Cusatuzumab for treatment of CD70-positive relapsed or refractory cutaneous T-cell lymphoma.

Autor: Leupin N; Argenx, Zwijnaarde, Belgium., Zinzani PL; IRCCS Azienda Ospedaliero-Universitaria di Bologna, Bologna, Italy.; Istituto di Ematologia 'Seràgnoli,' Dipartimento di Medicina Specialistica, Diagnostica e Sperimentale Università degli Studi, Bologna, Italy., Morschhauser F; Groupe de Recherche sur les Formes Injectables et les Technologies Associées, Université de Lille, CHU Lille, EA 7365, Lille, France., Dalle S; Department of Dermatology, Centre Hospitalier Lyon Sud, Pierre Bénite, France., Maerevoet M; Service Hématologie, Institut Jules Bordet, Brussels, Belgium., Michot JM; Gustave Roussy, Villejuif, France., Ribrag V; Gustave Roussy, Villejuif, France., Offner F; University Hospital Gent, Gent, Belgium., Beylot-Barry M; Inserm U1053, Department of Dermatology, Centre Hospitalier, Bordeaux, France., Moins-Teisserenc H; Hôpital Saint Louis, Université de Paris, INSERM U1160, Paris, France., Zwaenepoel K; Department of Pathology, University Hospital Antwerp, Edegem, Belgium., de Winne K; Department of Pathology, University Hospital Antwerp, Edegem, Belgium., Battistella M; Hôpital Saint Louis, Université de Paris, INSERM U1160, Paris, France., Hultberg A; Argenx, Zwijnaarde, Belgium., Gandini D; Argenx, Zwijnaarde, Belgium., Moshir M; Argenx, Zwijnaarde, Belgium., Jacobs J; Argenx, Zwijnaarde, Belgium., Delahaye T; Argenx, Zwijnaarde, Belgium., Khan A; Argenx, Zwijnaarde, Belgium., Zabrocki P; Argenx, Zwijnaarde, Belgium., Silence K; Argenx, Zwijnaarde, Belgium., van Rompaey L; Argenx, Zwijnaarde, Belgium., Borg C; Inserm U645, Centre Hospitalier Universitaire de Besançon, Besançon, France., Motta G; Division of Hematopathology, European Institute of Oncology, IRCCS, Milan, Italy., Melle F; Division of Hematopathology, European Institute of Oncology, IRCCS, Milan, Italy., Calleri A; Division of Hematopathology, European Institute of Oncology, IRCCS, Milan, Italy., Pauwels P; Department of Pathology, University Hospital Antwerp, Edegem, Belgium., de Haard H; Argenx, Zwijnaarde, Belgium., Pileri S; Division of Hematopathology, European Institute of Oncology, IRCCS, Milan, Italy., Bagot M; Inserm U976, Hôpital Saint Louis, Université de Paris, Paris, France.
Jazyk: angličtina
Zdroj: Cancer [Cancer] 2022 Mar 01; Vol. 128 (5), pp. 1004-1014. Date of Electronic Publication: 2021 Nov 02.
DOI: 10.1002/cncr.34005
Abstrakt: Background: The clinical benefit of cusatuzumab, a CD70-directed monoclonal antibody with enhanced effector functions, was investigated in patients with relapsed/refractory (R/R) cutaneous T-cell lymphoma (CTCL).

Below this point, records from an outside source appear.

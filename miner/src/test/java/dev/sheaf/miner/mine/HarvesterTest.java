package dev.sheaf.miner.mine;

import static org.junit.jupiter.api.Assertions.assertEquals;
import static org.junit.jupiter.api.Assertions.assertFalse;
import static org.junit.jupiter.api.Assertions.assertNotNull;
import static org.junit.jupiter.api.Assertions.assertNull;
import static org.junit.jupiter.api.Assertions.assertTrue;

import dev.sheaf.miner.ingest.Field;
import dev.sheaf.miner.ingest.FieldKind;
import dev.sheaf.miner.ingest.Listing;
import dev.sheaf.miner.text.Analysis;
import dev.sheaf.miner.text.AnalysisProfile;
import dev.sheaf.miner.text.TokenSegment;
import java.nio.file.Path;
import java.util.ArrayList;
import java.util.Comparator;
import java.util.HashMap;
import java.util.HashSet;
import java.util.List;
import java.util.Map;
import java.util.Set;
import java.util.stream.Collectors;
import java.util.stream.IntStream;
import org.junit.jupiter.api.Test;
import org.junit.jupiter.api.io.TempDir;
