package dev.sheaf.curator.app;

import dev.sheaf.curator.concepts.ConceptListView;
import dev.sheaf.curator.details.DetailsView;
import dev.sheaf.curator.evidence.EvidenceView;
import dev.sheaf.curator.harvest.HarvestView;
import dev.sheaf.curator.session.Background;
import dev.sheaf.curator.session.Notice;
import java.io.File;
import java.nio.file.Path;
import java.util.Objects;
import javafx.beans.binding.Bindings;
import javafx.geometry.Insets;
import javafx.geometry.Orientation;
import javafx.scene.Node;
import javafx.scene.control.Alert;
import javafx.scene.control.Button;
import javafx.scene.control.ButtonBar;
import javafx.scene.control.ButtonType;
import javafx.scene.control.Label;
import javafx.scene.control.Menu;
import javafx.scene.control.MenuBar;
import javafx.scene.control.MenuItem;
import javafx.scene.control.ProgressBar;
import javafx.scene.control.SeparatorMenuItem;
import javafx.scene.control.SplitPane;
import javafx.scene.control.Tab;
import javafx.scene.control.TabPane;
import javafx.scene.input.KeyCode;
import javafx.scene.input.KeyCodeCombination;
import javafx.scene.input.KeyCombination;
import javafx.scene.layout.BorderPane;
import javafx.scene.layout.HBox;
import javafx.scene.layout.Priority;
import javafx.scene.layout.Region;
import javafx.scene.layout.StackPane;
import javafx.scene.layout.VBox;
import javafx.stage.DirectoryChooser;
import javafx.stage.FileChooser;
import javafx.stage.Window;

Methods: In this cohort expansion of the ARGX-110-1201 study, 27 patients with R/R CTCL received cusatuzumab at 1 (n = 11) or 5 mg/kg (n = 16) once every 3 weeks to investigate its safety, dose, and exploratory efficacy. The pharmacokinetics, immunogenicity, CD70 expression, and CD70/CD27 biology were also assessed.
Results: The most common adverse events included infusion-related reactions, pyrexia, and asthenia. Eighteen serious adverse events (grade 1-3) were reported in 11 patients; 1 of these (vasculitis) was considered drug-related. For 8 of the 11 patients receiving 1 mg/kg, anti-drug antibodies (ADAs) affected the minimal concentration, and this resulted in undetectable cusatuzumab concentrations at the end of treatment and, in some cases, a loss of response. This effect was greatly reduced in the patients receiving 5 mg/kg. The overall response rate was 23%; this included 1 complete response and 5 partial responses (PRs) in 26 of the 27 evaluable patients. In addition, 9 patients achieved stable disease. The mean duration on cusatuzumab was 5.2 months, and the median duration was 2.5 months. Patients with Sézary syndrome (SS) achieved a 60% PR rate with a dosage of 5 mg/kg and a 33% PR rate with a dosage of 1 mg/kg; this resulted in an overall response rate of 50% for patients with SS at both doses.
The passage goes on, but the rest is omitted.